| Exercise details |
Find the line with "const reread = parseGroomSpecJson(specToJson(spec));" in the entries below. Repeat it, every following line, and the line with "const asked = new", exactly and with nothing added.

| Raw data |
══════

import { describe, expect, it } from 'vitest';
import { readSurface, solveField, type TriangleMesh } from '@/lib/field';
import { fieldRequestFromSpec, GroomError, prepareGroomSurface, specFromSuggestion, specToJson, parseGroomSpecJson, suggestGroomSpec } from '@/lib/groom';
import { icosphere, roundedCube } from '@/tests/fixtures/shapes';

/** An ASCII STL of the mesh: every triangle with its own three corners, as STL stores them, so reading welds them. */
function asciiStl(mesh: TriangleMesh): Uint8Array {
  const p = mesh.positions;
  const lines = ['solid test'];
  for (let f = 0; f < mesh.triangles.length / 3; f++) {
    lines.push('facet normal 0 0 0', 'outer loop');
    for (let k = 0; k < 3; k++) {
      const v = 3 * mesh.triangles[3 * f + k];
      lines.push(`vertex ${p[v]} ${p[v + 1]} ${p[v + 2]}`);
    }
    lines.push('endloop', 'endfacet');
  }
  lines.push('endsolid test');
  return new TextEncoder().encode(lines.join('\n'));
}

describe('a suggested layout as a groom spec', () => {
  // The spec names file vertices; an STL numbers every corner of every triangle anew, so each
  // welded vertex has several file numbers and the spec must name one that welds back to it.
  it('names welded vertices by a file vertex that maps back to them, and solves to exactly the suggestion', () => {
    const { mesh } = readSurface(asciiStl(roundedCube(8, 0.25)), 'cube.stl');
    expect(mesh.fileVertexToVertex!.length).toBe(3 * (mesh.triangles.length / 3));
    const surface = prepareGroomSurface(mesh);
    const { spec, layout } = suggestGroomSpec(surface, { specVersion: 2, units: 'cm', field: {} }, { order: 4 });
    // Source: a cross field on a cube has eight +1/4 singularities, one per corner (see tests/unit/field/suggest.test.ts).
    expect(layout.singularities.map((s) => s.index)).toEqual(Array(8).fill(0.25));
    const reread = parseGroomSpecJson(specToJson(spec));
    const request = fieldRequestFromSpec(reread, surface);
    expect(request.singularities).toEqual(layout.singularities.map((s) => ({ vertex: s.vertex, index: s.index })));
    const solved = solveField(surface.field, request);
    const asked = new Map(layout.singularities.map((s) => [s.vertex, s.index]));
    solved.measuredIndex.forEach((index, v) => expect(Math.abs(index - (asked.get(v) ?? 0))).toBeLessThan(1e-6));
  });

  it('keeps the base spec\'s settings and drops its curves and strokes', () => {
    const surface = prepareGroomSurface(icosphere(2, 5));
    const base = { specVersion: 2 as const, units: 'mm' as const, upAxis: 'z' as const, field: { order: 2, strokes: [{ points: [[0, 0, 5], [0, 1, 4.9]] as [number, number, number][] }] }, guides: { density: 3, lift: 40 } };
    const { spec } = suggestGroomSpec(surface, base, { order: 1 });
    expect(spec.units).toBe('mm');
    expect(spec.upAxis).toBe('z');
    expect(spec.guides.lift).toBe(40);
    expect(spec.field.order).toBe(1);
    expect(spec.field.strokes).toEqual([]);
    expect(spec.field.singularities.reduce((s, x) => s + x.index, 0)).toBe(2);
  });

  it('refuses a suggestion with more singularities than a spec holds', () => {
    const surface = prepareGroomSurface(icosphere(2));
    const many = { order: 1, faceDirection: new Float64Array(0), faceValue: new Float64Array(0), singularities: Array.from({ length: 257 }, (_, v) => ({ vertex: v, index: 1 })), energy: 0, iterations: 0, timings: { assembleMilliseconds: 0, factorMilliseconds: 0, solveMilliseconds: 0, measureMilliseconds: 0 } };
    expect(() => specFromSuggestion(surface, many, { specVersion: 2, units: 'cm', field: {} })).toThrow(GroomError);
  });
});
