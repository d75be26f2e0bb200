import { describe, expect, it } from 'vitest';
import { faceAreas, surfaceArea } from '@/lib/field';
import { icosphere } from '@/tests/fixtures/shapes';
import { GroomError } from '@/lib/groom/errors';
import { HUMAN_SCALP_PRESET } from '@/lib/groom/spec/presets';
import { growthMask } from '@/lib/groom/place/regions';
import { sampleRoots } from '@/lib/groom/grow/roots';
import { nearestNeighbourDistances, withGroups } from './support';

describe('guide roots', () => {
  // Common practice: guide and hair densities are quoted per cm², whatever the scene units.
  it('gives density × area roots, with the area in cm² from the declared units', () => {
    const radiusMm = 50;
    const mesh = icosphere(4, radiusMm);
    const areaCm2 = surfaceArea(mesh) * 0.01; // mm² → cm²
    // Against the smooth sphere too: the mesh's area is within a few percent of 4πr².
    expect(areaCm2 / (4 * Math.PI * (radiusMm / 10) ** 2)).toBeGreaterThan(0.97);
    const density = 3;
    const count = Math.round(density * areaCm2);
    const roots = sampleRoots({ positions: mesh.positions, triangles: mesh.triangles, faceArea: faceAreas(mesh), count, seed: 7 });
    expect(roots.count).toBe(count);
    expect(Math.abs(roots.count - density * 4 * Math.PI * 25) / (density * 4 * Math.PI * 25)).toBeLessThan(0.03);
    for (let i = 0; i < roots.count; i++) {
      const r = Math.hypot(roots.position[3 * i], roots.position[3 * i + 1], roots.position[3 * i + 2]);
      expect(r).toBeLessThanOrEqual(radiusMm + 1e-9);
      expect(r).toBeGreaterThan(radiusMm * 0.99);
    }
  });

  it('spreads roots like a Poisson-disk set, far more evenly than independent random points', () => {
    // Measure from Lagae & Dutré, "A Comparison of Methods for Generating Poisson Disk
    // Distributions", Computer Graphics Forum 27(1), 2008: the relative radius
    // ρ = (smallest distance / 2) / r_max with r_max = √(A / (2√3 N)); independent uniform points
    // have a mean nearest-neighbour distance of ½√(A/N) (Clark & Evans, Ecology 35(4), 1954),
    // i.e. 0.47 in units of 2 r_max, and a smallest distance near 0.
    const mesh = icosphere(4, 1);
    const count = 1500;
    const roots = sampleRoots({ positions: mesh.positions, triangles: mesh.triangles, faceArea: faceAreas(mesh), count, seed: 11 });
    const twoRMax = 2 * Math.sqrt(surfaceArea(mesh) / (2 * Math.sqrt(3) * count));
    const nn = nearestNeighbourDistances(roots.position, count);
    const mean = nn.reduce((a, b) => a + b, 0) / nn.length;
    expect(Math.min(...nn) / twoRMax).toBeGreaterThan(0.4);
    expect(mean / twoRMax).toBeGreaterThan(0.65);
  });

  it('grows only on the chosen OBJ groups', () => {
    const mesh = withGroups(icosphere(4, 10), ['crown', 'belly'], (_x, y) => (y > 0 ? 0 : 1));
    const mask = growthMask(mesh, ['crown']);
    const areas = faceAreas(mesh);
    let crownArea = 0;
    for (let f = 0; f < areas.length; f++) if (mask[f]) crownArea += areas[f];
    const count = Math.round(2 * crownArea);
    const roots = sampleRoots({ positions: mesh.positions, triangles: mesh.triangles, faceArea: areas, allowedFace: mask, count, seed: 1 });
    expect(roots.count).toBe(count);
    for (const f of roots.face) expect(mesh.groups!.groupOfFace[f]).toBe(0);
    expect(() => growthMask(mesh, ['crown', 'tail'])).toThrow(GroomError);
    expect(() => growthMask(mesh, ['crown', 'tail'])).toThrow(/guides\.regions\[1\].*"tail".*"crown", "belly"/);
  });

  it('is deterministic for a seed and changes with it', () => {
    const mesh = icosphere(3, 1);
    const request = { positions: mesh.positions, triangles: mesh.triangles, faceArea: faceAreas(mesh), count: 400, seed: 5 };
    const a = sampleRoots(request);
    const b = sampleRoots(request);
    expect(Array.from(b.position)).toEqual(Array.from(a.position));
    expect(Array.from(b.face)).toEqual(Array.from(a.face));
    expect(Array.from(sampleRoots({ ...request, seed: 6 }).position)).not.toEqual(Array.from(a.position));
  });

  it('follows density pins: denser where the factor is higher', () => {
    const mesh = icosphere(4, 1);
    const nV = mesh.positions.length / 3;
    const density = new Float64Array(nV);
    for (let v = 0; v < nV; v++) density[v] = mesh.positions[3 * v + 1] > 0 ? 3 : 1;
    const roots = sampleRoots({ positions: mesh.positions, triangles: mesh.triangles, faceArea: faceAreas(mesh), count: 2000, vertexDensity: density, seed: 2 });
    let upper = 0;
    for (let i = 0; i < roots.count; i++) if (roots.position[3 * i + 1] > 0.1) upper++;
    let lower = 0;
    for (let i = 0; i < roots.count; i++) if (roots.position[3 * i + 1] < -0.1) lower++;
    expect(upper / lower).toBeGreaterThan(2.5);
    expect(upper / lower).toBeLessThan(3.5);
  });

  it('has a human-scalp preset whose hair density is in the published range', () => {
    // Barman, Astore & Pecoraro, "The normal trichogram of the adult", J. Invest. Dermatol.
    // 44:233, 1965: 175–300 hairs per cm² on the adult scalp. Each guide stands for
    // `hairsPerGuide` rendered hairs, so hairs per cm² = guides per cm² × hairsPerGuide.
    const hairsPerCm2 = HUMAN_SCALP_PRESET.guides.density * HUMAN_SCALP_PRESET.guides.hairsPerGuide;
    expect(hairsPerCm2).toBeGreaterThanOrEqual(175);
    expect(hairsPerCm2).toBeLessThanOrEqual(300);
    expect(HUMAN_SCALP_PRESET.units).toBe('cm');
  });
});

══════

| Exercise response |
    const reread = parseGroomSpecJson(specToJson(spec));
    const request = fieldRequestFromSpec(reread, surface);
    expect(request.singularities).toEqual(layout.singularities.map((s) => ({ vertex: s.vertex, index: s.index })));
    const solved = solveField(surface.field, request);
    const asked = new Map(layout.singularities.map((s) => [s.vertex, s.index]));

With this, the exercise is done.